[[ Data for this task open ]]
//! IDX files (the format of the MNIST family), plain or gzip-compressed: unsigned-byte
//! images `n × rows × cols` and labels `n`. Sizes in the header are checked against the
//! data before anything is allocated.

use crate::{Error, Result};
use ndarray::Array2;
use std::io::Read;
use std::path::Path;

fn read_maybe_gz(path: &Path) -> Result<Vec<u8>> {
    let raw = super::read_bytes(path)?;
    if raw.len() >= 2 && raw[0] == 0x1f && raw[1] == 0x8b {
        let mut out = Vec::new();
        flate2::read::GzDecoder::new(&raw[..])
            .read_to_end(&mut out)
            .map_err(|e| Error::input(format!("{}: bad gzip data: {e}", path.display())))?;
        Ok(out)
    } else {
        Ok(raw)
    }
}

fn header(b: &[u8], src: &str, want_dims: usize) -> Result<Vec<usize>> {
    if b.len() < 4 + 4 * want_dims || b[0] != 0 || b[1] != 0 || b[2] != 0x08 {
        return Err(Error::input(format!(
            "{src}: not an unsigned-byte IDX file"
        )));
    }
    if b[3] as usize != want_dims {
        return Err(Error::input(format!(
            "{src}: IDX file has {} dimensions; expected {want_dims}",
            b[3]
        )));
    }
    let dims: Vec<usize> = (0..want_dims)
        .map(|i| u32::from_be_bytes(b[4 + 4 * i..8 + 4 * i].try_into().unwrap()) as usize)
        .collect();
    let need: usize = dims.iter().product::<usize>() + 4 + 4 * want_dims;
    if need != b.len() {
        return Err(Error::input(format!(
            "{src}: IDX header claims {dims:?} ({need} bytes) but the file has {}",
            b.len()
        )));
    }
    Ok(dims)
}

/// Reads IDX images as an `n × (rows·cols)` array of pixel values scaled to [0, 1].
pub fn read_idx_images(path: &Path) -> Result<Array2<f64>> {
    let b = read_maybe_gz(path)?;
    let dims = header(&b, &path.display().to_string(), 3)?;
    let d = dims[1] * dims[2];
    let px = &b[16..];
    Ok(Array2::from_shape_fn((dims[0], d), |(i, j)| {
        px[i * d + j] as f64 / 255.0
    }))
}

/// Reads IDX labels.
pub fn read_idx_labels(path: &Path) -> Result<Vec<u8>> {
    let b = read_maybe_gz(path)?;
    header(&b, &path.display().to_string(), 1)?;
    Ok(b[8..].to_vec())
}
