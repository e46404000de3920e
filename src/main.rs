//! The `kernelpress` command line: a thin layer over the library (one file per command
//! under `cli/`); progress bars and log lines live here, never in the library.

// `!(v > 0.0)` is the deliberate idiom that also rejects NaN (as in the library).
#![allow(clippy::neg_cmp_op_on_partial_ord)]

mod cli;

fn main() {
    std::process::exit(cli::main());
}
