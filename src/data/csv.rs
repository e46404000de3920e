//! CSV with a header row. Fields are separated by commas; surrounding whitespace and
//! double quotes are stripped. Every feature cell must be a finite number.

use super::Table;
use crate::{Error, Result};
use ndarray::Array2;
use std::path::Path;

fn split(line: &str) -> Vec<String> {
    line.split(',')
        .map(|f| {
            let f = f.trim();
            f.strip_prefix('"')
                .and_then(|g| g.strip_suffix('"'))
                .unwrap_or(f)
                .to_string()
        })
        .collect()
}

/// Reads a CSV file; see [`read_csv_str`].
pub fn read_csv(path: &Path, target: Option<&str>, require_target: bool) -> Result<Table> {
    let bytes = super::read_bytes(path)?;
    let text = String::from_utf8(bytes).map_err(|e| {
        Error::input(format!(
            "{}: not UTF-8 text (byte {}); expected a CSV file",
            path.display(),
            e.utf8_error().valid_up_to()
        ))
    })?;
    let src = path.display().to_string();
    if require_target {
        if let Some(t) = target {
            let head = text.lines().find(|l| !l.trim().is_empty()).unwrap_or("");
            let names = split(head.trim_start_matches('\u{feff}'));
            if !head.is_empty() && !names.iter().any(|n| n == t) {
                return Err(Error::input(format!(
                    "{src}: target column '{t}' not found; columns are {}",
                    names.join(", ")
                )));
            }
        }
    }
    read_csv_str(&text, &src, target)
}

/// Parses CSV text. `source` names it in errors; `target` is the label column, if any
/// (absent columns give `target: None`).
pub fn read_csv_str(text: &str, source: &str, target: Option<&str>) -> Result<Table> {
    let mut lines = text
        .lines()
        .enumerate()
        .filter(|(_, l)| !l.trim().is_empty());
    let (_, header) = lines.next().ok_or_else(|| {
        Error::input(format!(
            "{source}: file is empty; expected a header row and data rows"
        ))
    })?;
    let names = split(header.trim_start_matches('\u{feff}'));
    let tcol = target.and_then(|t| names.iter().position(|n| n == t));
    let columns: Vec<String> = names
        .iter()
        .enumerate()
        .filter(|(j, _)| Some(*j) != tcol)
        .map(|(_, n)| n.clone())
        .collect();
    if columns.is_empty() {
        return Err(Error::input(format!("{source}: no feature columns")));
    }
    let d = columns.len();
    let mut vals = Vec::new();
    let mut tvals = Vec::new();
    let mut n = 0usize;
    for (li, line) in lines {
        let fields = split(line);
        if fields.len() != names.len() {
            return Err(Error::input(format!(
                "{source}: row {} (line {}) has {} fields; the header has {}",
                n + 1,
                li + 1,
                fields.len(),
                names.len()
            )));
        }
        for (j, f) in fields.into_iter().enumerate() {
            if Some(j) == tcol {
                tvals.push(f);
                continue;
            }
            let v: f64 = f.parse().map_err(|_| {
                Error::input(format!(
                    "{source}: row {} (line {}), column '{}': expected a number, found '{f}'",
                    n + 1,
                    li + 1,
                    names[j]
                ))
            })?;
            if !v.is_finite() {
                return Err(Error::input(format!(
                    "{source}: row {} (line {}), column '{}': expected a finite number, found '{f}'",
                    n + 1,
                    li + 1,
                    names[j]
                )));
            }
            vals.push(v);
        }
        n += 1;
    }
    if n == 0 {
        return Err(Error::input(format!(
            "{source}: has a header but no data rows"
        )));
    }
    let x = Array2::from_shape_vec((n, d), vals).expect("row lengths checked");
    Ok(Table {
        x,
        columns,
        target: tcol.map(|_| tvals),
        source: source.to_string(),
    })
}

/// Writes a CSV (header + rows of already formatted fields) atomically.
pub fn write_csv(path: &Path, header: &[String], rows: &[Vec<String>]) -> Result<()> {
    let mut s = String::with_capacity(rows.len() * 16 * header.len().max(1));
    s.push_str(&header.join(","));
    s.push('\n');
    for r in rows {
        s.push_str(&r.join(","));
        s.push('\n');
    }
    super::write_atomic(path, s.as_bytes())
}

#[cfg(test)]
mod tests {
    use super::*;

    #[test]
    fn errors_name_row_and_column() {
        let e = read_csv_str("a,b\n1,2\n3,x\n", "f.csv", None).unwrap_err();
        assert!(e.to_string().contains("row 2"), "{e}");
        assert!(e.to_string().contains("column 'b'"), "{e}");
        let e = read_csv_str("a,b\n1,nan\n", "f.csv", None).unwrap_err();
        assert!(e.to_string().contains("finite"), "{e}");
        let e = read_csv_str("a,b\n1\n", "f.csv", None).unwrap_err();
        assert!(e.to_string().contains("1 fields"), "{e}");
        assert!(read_csv_str("", "f.csv", None)
            .unwrap_err()
            .to_string()
            .contains("empty"));
        assert!(read_csv_str("a,b\n", "f.csv", None)
            .unwrap_err()
            .to_string()
            .contains("no data"));
    }

    #[test]
    fn target_is_split_off() {
        let t = read_csv_str("y,a\n\"cat\",1.5\ndog,-2e3\n", "f.csv", Some("y")).unwrap();
        assert_eq!(t.columns, vec!["a"]);
        assert_eq!(t.x[[1, 0]], -2000.0);
        assert_eq!(t.target.unwrap(), vec!["cat", "dog"]);
    }
}
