fn main() {
    std::process::exit(kernelpress::cli::main());
}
[[ Data for this task closed ]]
§ **What needs to be done**
Only the lines above that include the word "process" belong in the answer; copy each one.

§ **Response area**
    std::process::exit(cli::main());
    std::process::exit(kernelpress::cli::main());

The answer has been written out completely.